Monetary Versus Political Stability - When Day Turns into Night

August 18, 2014

Wherever plunder is less burdensome than labor, it prevails; and neither religion nor morality can, in this case, prevent it from prevailing.

- From Bastiat's "The Law"

Representing all things big, institutional investors believe there is no inflation.

The market "behaves" as if there is none. This undercuts value at risk.

But reality is very different. Across the board, price is determined by a broken system fueled by an unsound economy. (The developing Ebola pandemic may serve as an example and a warning).

Financiers run amok and the computers they program make all systems prone to panic.

In the case of finance and economic conditions, uncertainty and confusion are prime radar for detection. Consider the financial system with its connectivity, complexity, lack of redundancy, and non-linearity. The public touch-points, banks, ATMs, and services.

 

The systems underlying basic financial transactions are extremely fragile.

Moving out one layer. Observe trading - more than a third of equities are traded via high frequency computer programmed algorithms.

No human middle men - no market-makers willing to take either side of a trade.

Panic leads to selling by everyone - all at once.

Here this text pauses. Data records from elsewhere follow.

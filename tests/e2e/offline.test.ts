/**
 * A builder at the aircraft without network, in Debian's Chromium at phone size: the checklist opened once
 * keeps working offline (the page comes from the service worker's copy, after a reload too); ticks, a note
 * and a joint photo made offline are kept on the device and all reach the server when the network returns.
 * An item a reviewer changed meanwhile is not overwritten: it is shown as a conflict, and "Keep mine" sends it.
 */
import { afterAll, beforeAll, describe, expect, it } from "vitest";
import type { Browser, BrowserContext, Page } from "playwright-core";
import { APP_URL, launchBrowser, shot, signInPage } from "../support/browser";
import { makeBuild, makeUser, testDb, TEST_PASSWORD } from "../support/db";
import { signIn, type Client } from "../support/http";
import { addRevision } from "../support/review";
import { testImage } from "../support/upload";
import { demoPitchLinkage } from "@/shared/demo";

let browser: Browser;
let ctx: BrowserContext;
let page: Page;
let reviewer: Client;
let buildId: string, linkageId: string;
const errors: string[] = [];
const L = () => `/api/builds/${buildId}/linkages/${linkageId}`;
const tickRow = (jointId: string, code: string) => testDb("checklist_items").where({ linkage_id: linkageId, revision: 2, joint_id: jointId, item_code: code }).first();

beforeAll(async () => {
  browser = await launchBrowser();
  const [o, r] = await Promise.all([makeUser("e2e-offline-owner"), makeUser("e2e-offline-reviewer")]);
  ({ buildId, linkageId } = await makeBuild({ owner: o, reviewer: r }));
  await addRevision(linkageId, demoPitchLinkage(), o.id);
  reviewer = await signIn(r.email);
  ctx = await browser.newContext({ viewport: { width: 390, height: 844 }, hasTouch: true, isMobile: true, serviceWorkers: "allow" });
  page = await ctx.newPage();
  page.on("pageerror", (e) => errors.push(String(e)));
  await signInPage(page, o.email, TEST_PASSWORD);
});
afterAll(async () => { await browser?.close(); await testDb.destroy(); });

describe("the checklist without network", () => {
  it("keeps ticks, notes and photos made offline and sends them when the network returns; a conflict is shown, never dropped", async () => {
    const url = `${APP_URL}/builds/${buildId}/checklist/${linkageId}`;
    await page.goto(url);
    // Once the service worker is active, a load through it fills its copy of the page, its scripts and its data.
    await page.evaluate(() => navigator.serviceWorker.ready.then(() => true));
    await page.reload();
    await page.waitForFunction(() => !!navigator.serviceWorker?.controller, null, { timeout: 15_000 });
    await page.waitForLoadState("networkidle");
    await page.getByTestId("checklist-progress").waitFor();

    await ctx.setOffline(true);
    await page.reload(); // from the service worker's copy
    await page.getByTestId("checklist-progress").waitFor();
    const joint = page.getByTestId("checklist-joint-j-stick-fwd");
    await joint.locator('[data-code="jam-nut"] input[type=checkbox]').check();
    await joint.locator('[data-code="witness-hole"] input[type=checkbox]').check();
    await joint.locator('[data-code="jam-nut"]').getByRole("button", { name: "Add a note" }).click();
    await joint.locator('[data-code="jam-nut"]').getByRole("textbox").fill("Torque stripe intact, jam nut tight by hand check");
    await joint.locator('[data-code="jam-nut"]').getByRole("button", { name: "Save note" }).click();
    await joint.locator('input[type=file]').setInputFiles({ name: "stick end offline.jpg", mimeType: "image/jpeg", buffer: await testImage("jpeg", 320, 240) });
    await page.getByTestId("joint-photo-queued").waitFor();
    await expect.poll(() => page.getByTestId("offline-waiting").textContent(), { timeout: 10_000 }).toMatch(/3 changes waiting/);
    // A note on the aft joint too, which the reviewer changes meanwhile from another device.
    const aft = page.getByTestId("checklist-joint-j-aft-horn");
    await aft.locator('[data-code="retaining-washer"]').getByRole("button", { name: "Add a note" }).click();
    await aft.locator('[data-code="retaining-washer"]').getByRole("textbox").fill("Washer still 0.438 in: order AN970");
    await aft.locator('[data-code="retaining-washer"]').getByRole("button", { name: "Save note" }).click();
    // Counted once it is written to the device's store: reloading before then would test nothing but the race.
    await expect.poll(() => page.getByTestId("offline-waiting").textContent(), { timeout: 10_000 }).toMatch(/4 changes waiting/);
    await page.reload(); // what was kept survives a reload without network
    await expect.poll(() => page.getByTestId("item-pending").count(), { timeout: 10_000 }).toBe(3);
    await shot(page, "offline-01-kept");
    expect(await tickRow("j-stick-fwd", "jam-nut")).toBeUndefined(); // nothing reached the server yet
    expect((await reviewer.request("PUT", `${L()}/checklist`, { revision: 2, jointId: "j-aft-horn", code: "retaining-washer", ticked: false, note: "Reviewer: larger washer fitted, see photo" })).status).toBe(200);

    await ctx.setOffline(false);
    await expect.poll(async () => (await tickRow("j-stick-fwd", "jam-nut"))?.note ?? null, { timeout: 15_000 }).toBe("Torque stripe intact, jam nut tight by hand check");
    expect((await tickRow("j-stick-fwd", "jam-nut")).ticked_at).not.toBeNull();
    await expect.poll(async () => (await tickRow("j-stick-fwd", "witness-hole"))?.ticked_at ?? null, { timeout: 15_000 }).not.toBeNull();
    await expect.poll(async () => (await testDb("joint_photos as jp").join("files as f", "f.id", "jp.file_id").where({ "jp.linkage_id": linkageId, "jp.joint_id": "j-stick-fwd" }).select("f.name")).map((r: { name: string }) => r.name), { timeout: 15_000 }).toContain("stick end offline.jpg");
    // The reviewer's note was not overwritten: the conflict waits for a choice.
    await page.getByTestId("item-conflict").waitFor({ timeout: 15_000 });
    expect((await tickRow("j-aft-horn", "retaining-washer")).note).toBe("Reviewer: larger washer fitted, see photo");
    await shot(page, "offline-02-conflict");
    await page.getByTestId("conflict-keep-mine").click();
    await expect.poll(async () => (await tickRow("j-aft-horn", "retaining-washer")).note, { timeout: 10_000 }).toBe("Washer still 0.438 in: order AN970");
    await expect.poll(() => page.getByTestId("offline-banner").count(), { timeout: 10_000 }).toBe(0);
    expect(errors).toEqual([]);
  }, 120_000);
});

Consider that, if the rate on a 10-year bond goes from 2% to 4%, the underlying value of the bond is cut in half. That is a geometric decline, and could very easily trigger a flash crash. That’s a factor that could trigger massive selling against the dollar.

Add to this the geopolitical reality. The BRICs moving away from the dollar.

The next world war. An ongoing currency war.

The economy is weaker by any real measure.

We have very high unemployment and much higher inflation on the ground level along with the dollar's demise and political instability.

There are some other factors as well, such as the relative political stability.

Cognitive dissonance rules the masses.

As John Williams of ShadowStats.com puts it:

“If you look at our fiscal conditions, officially the numbers are getting better but if you look at it on a GAAP basis, using generally accepted accounting principles, the way a corporation would report its financial statements, we’re seeing annual deficits order of magnitude 6 trillion dollars.

Look up GAAP deficits.

That’s a third of the GDP and if you looked at the aggregate obligations, again using gap accounting, we’re looking at something that’s over 90 trillion dollars.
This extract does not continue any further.